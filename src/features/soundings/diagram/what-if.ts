import {
  analyzeSounding,
  liftParcelFromLevel,
  type ParcelResult,
  type SoundingAnalysis,
  type SoundingLevel,
} from '../../../../shared/sounding';

/**
 * The what-if model: a change to the surface temperature and dewpoint and/or a chosen parcel
 * start level, applied to a copy of the sounding and recomputed with the shared engine. Pure.
 */
export interface WhatIfChange {
  /** New surface (lowest level) temperature, °C; undefined keeps the observed value. */
  surfaceTemperatureC?: number | undefined;
  /** New surface dewpoint, °C; undefined keeps the observed value. */
  surfaceDewpointC?: number | undefined;
  /** Pressure of the level a parcel is lifted from, hPa; undefined for the standard parcels only. */
  parcelStartPressureHpa?: number | undefined;
}

export interface WhatIfResult {
  /** The levels with the surface change applied (the original array when nothing changed). */
  levels: readonly SoundingLevel[];
  /** Full analysis with parcel traces. */
  analysis: SoundingAnalysis;
  /** The parcel lifted from the chosen level, with its trace; null when none is chosen. */
  chosenParcel: ParcelResult | null;
}

/** Why a change cannot be applied, in words for the forecaster; null when it can. */
export function whatIfProblem(levels: readonly SoundingLevel[], change: WhatIfChange): string | null {
  const surface = levels[0];
  if (!surface) return 'This sounding has no levels.';
  const temperature = change.surfaceTemperatureC ?? surface.temperatureC;
  const dewpoint = change.surfaceDewpointC ?? surface.dewpointC;
  if (dewpoint !== null && dewpoint > temperature + 1e-9) {
    return 'The dewpoint cannot be higher than the temperature. Lower the dewpoint or raise the temperature.';
  }
  return null;
}

/** A copy of the levels with the lowest level's temperature and dewpoint replaced. */
export function applySurfaceChange(levels: readonly SoundingLevel[], change: WhatIfChange): readonly SoundingLevel[] {
  const surface = levels[0];
  if (!surface || (change.surfaceTemperatureC === undefined && change.surfaceDewpointC === undefined)) return levels;
  const temperatureC = change.surfaceTemperatureC ?? surface.temperatureC;
  const dewpointC = change.surfaceDewpointC ?? surface.dewpointC;
  return [{ ...surface, temperatureC, dewpointC: dewpointC === null ? null : Math.min(dewpointC, temperatureC) }, ...levels.slice(1)];
}

/** Analyse a sounding for display: every parcel with its trace. */
export function analyzeForDiagram(levels: readonly SoundingLevel[]): SoundingAnalysis {
  return analyzeSounding(levels, { trace: true });
}

/** Lift a parcel from a level for display; null when the level has no dewpoint or lies outside. */
export function liftChosenParcel(levels: readonly SoundingLevel[], pressureHpa: number | undefined): ParcelResult | null {
  if (pressureHpa === undefined) return null;
  try {
    return liftParcelFromLevel(levels, pressureHpa, { trace: true });
  } catch {
    // The engine throws RangeError for a start outside the data or without a dewpoint: no parcel to show.
    return null;
  }
}

/** Apply a what-if change and recompute everything the views show. */
export function recomputeWhatIf(levels: readonly SoundingLevel[], change: WhatIfChange): WhatIfResult {
  const modified = applySurfaceChange(levels, change);
  return {
    levels: modified,
    analysis: analyzeForDiagram(modified),
    chosenParcel: liftChosenParcel(modified, change.parcelStartPressureHpa),
  };
}

/** Levels a parcel may start from: those with a dewpoint within the lowest 300 hPa (the most-unstable search depth). */
export function parcelStartOptions(levels: readonly SoundingLevel[]): number[] {
  const surface = levels[0];
  if (!surface) return [];
  return levels
    .filter((level) => level.dewpointC !== null && level.pressureHpa >= surface.pressureHpa - 300)
    .map((level) => level.pressureHpa);
}

/**
 * How long one what-if recomputation takes, ms (median of `runs`, after one warm-up run that
 * also builds the engine's pseudo-adiabat table). `now` is injectable so the arithmetic can be
 * tested without timing anything.
 */
export function measureRecomputeMs(
  levels: readonly SoundingLevel[],
  options: { runs?: number; now?: () => number } = {},
): number {
  const runs = Math.max(1, options.runs ?? 15);
  const now = options.now ?? (() => performance.now());
  const surface = levels[0];
  const baseTemperature = surface?.temperatureC ?? 0;
  recomputeWhatIf(levels, { surfaceTemperatureC: baseTemperature });
  const durations: number[] = [];
  for (let i = 0; i < runs; i++) {
    const change: WhatIfChange = { surfaceTemperatureC: baseTemperature + 0.1 * (i + 1), surfaceDewpointC: surface?.dewpointC ?? undefined };
    const start = now();
    recomputeWhatIf(levels, change);
    durations.push(now() - start);
  }
  durations.sort((a, b) => a - b);
  return durations[Math.floor(durations.length / 2)] as number;
}
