/**
 * Colours of the sounding views (the product palette). The three profile colours are the
 * same as the `--color-sounding-*` tokens in src/index.css; they are repeated here as values so
 * the SVG also renders outside the app stylesheet (static export, e-mail images).
 */
export const SOUNDING_PALETTE = {
  background: '#fcfaf6',
  frame: '#9a9186',
  isobar: '#d6cfc6',
  isotherm: '#dccbb8',
  isothermZero: '#c7b29b',
  dryAdiabat: '#c8a27f',
  pseudoAdiabat: '#7fa395',
  mixingRatio: '#8fa3bd',
  label: '#6f665c',
  temperature: '#e0481b',
  dewpoint: '#0d8a88',
  parcel: '#2a2e35',
  positiveArea: '#f08a4b',
  negativeArea: '#5b8fd6',
  cursor: '#3a50ad',
  barb: '#3b3f46',
} as const;

/** Hodograph height bands (AGL), each with its own colour; labelled in the legend, never colour alone. */
export const HODOGRAPH_BANDS = [
  { fromM: 0, toM: 1000, label: '0–1 km', colour: '#b0306a' },
  { fromM: 1000, toM: 3000, label: '1–3 km', colour: '#d0861b' },
  { fromM: 3000, toM: 6000, label: '3–6 km', colour: '#2f8059' },
  { fromM: 6000, toM: 10000, label: '6–10 km', colour: '#4058b5' },
] as const;

/** Dash patterns of the background lines (dry dashed, moist dotted, mixing ratio short-dashed). */
export const DASHES = {
  dryAdiabat: '7 4',
  pseudoAdiabat: '1.2 3',
  mixingRatio: '3 2.5',
  otherParcel: '5 3',
} as const;
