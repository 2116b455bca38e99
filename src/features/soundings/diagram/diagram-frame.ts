import type { ParcelTracePoint, SoundingLevel } from '../../../../shared/sounding';
import type { SkewTFrame } from './skew-t-geometry';

/** Size of the diagram's SVG coordinate system, px. */
export const DIAGRAM_VIEW = { width: 720, height: 620 } as const;
const PLOT = { left: 46, top: 12, width: 584, height: 572 } as const;

/** The full diagram: 1050 → 100 hPa, −40 … 50 °C along the bottom, isotherms at 45°. */
export const FULL_FRAME: SkewTFrame = {
  ...PLOT,
  pressureBottomHpa: 1050,
  pressureTopHpa: 100,
  temperatureLeftC: -40,
  temperatureRightC: 50,
  skew: 1,
};

/** How far an isotherm leans across the zoomed frame, K from bottom to top. */
const ZOOM_LEAN_K = 22;

/**
 * The zoomed diagram: the lowest 300 hPa above the surface, with a temperature range fitted to
 * the data in that layer (temperature, dewpoint and parcel traces) plus a margin.
 */
export function zoomedFrame(levels: readonly SoundingLevel[], traces: readonly (readonly ParcelTracePoint[])[]): SkewTFrame {
  const surface = levels[0]?.pressureHpa ?? 1000;
  const bottom = Math.min(1050, surface + 12);
  const top = surface - 300;
  const logSpan = Math.log(bottom) - Math.log(top);
  // Temperature shifted back along the isotherm lean to the bottom edge.
  const atBottom = (pressureHpa: number, temperatureC: number): number =>
    temperatureC - ZOOM_LEAN_K * ((Math.log(bottom) - Math.log(pressureHpa)) / logSpan);
  const xs: number[] = [];
  for (const level of levels) {
    if (level.pressureHpa < top) break;
    xs.push(atBottom(level.pressureHpa, level.temperatureC));
    if (level.dewpointC !== null) xs.push(atBottom(level.pressureHpa, level.dewpointC));
  }
  for (const trace of traces) {
    for (const point of trace) if (point.pressureHpa >= top) xs.push(atBottom(point.pressureHpa, point.virtualTemperatureC));
  }
  const low = xs.length ? Math.min(...xs) : -10;
  const high = xs.length ? Math.max(...xs) : 30;
  const temperatureLeftC = Math.floor(low - 3);
  const temperatureRightC = Math.max(Math.ceil(high + 4), temperatureLeftC + 15);
  const pixelsPerKelvin = PLOT.width / (temperatureRightC - temperatureLeftC);
  return {
    ...PLOT,
    pressureBottomHpa: bottom,
    pressureTopHpa: top,
    temperatureLeftC,
    temperatureRightC,
    skew: (ZOOM_LEAN_K * pixelsPerKelvin) / PLOT.height,
  };
}

/** Isobars to draw and label inside a frame. */
export function isobarsFor(frame: SkewTFrame): number[] {
  const candidates =
    frame.pressureBottomHpa - frame.pressureTopHpa > 400
      ? [1050, 1000, 925, 850, 700, 600, 500, 400, 300, 250, 200, 150, 100]
      : Array.from({ length: 23 }, (_, i) => 1050 - i * 25);
  return candidates.filter((p) => p <= frame.pressureBottomHpa && p >= frame.pressureTopHpa);
}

TASK DIRECTIONS: Repeat the records above line by line, from the first line through the line that contains "a chosen parcel".

EXPECTED OUTPUT:
filename src/features/soundings/diagram/what-if.ts
import {
  analyzeSounding,
  liftParcelFromLevel,
  type ParcelResult,
  type SoundingAnalysis,
  type SoundingLevel,
} from '../../../../shared/sounding';

/**
 * The what-if model: a change to the surface temperature and dewpoint and/or a chosen parcel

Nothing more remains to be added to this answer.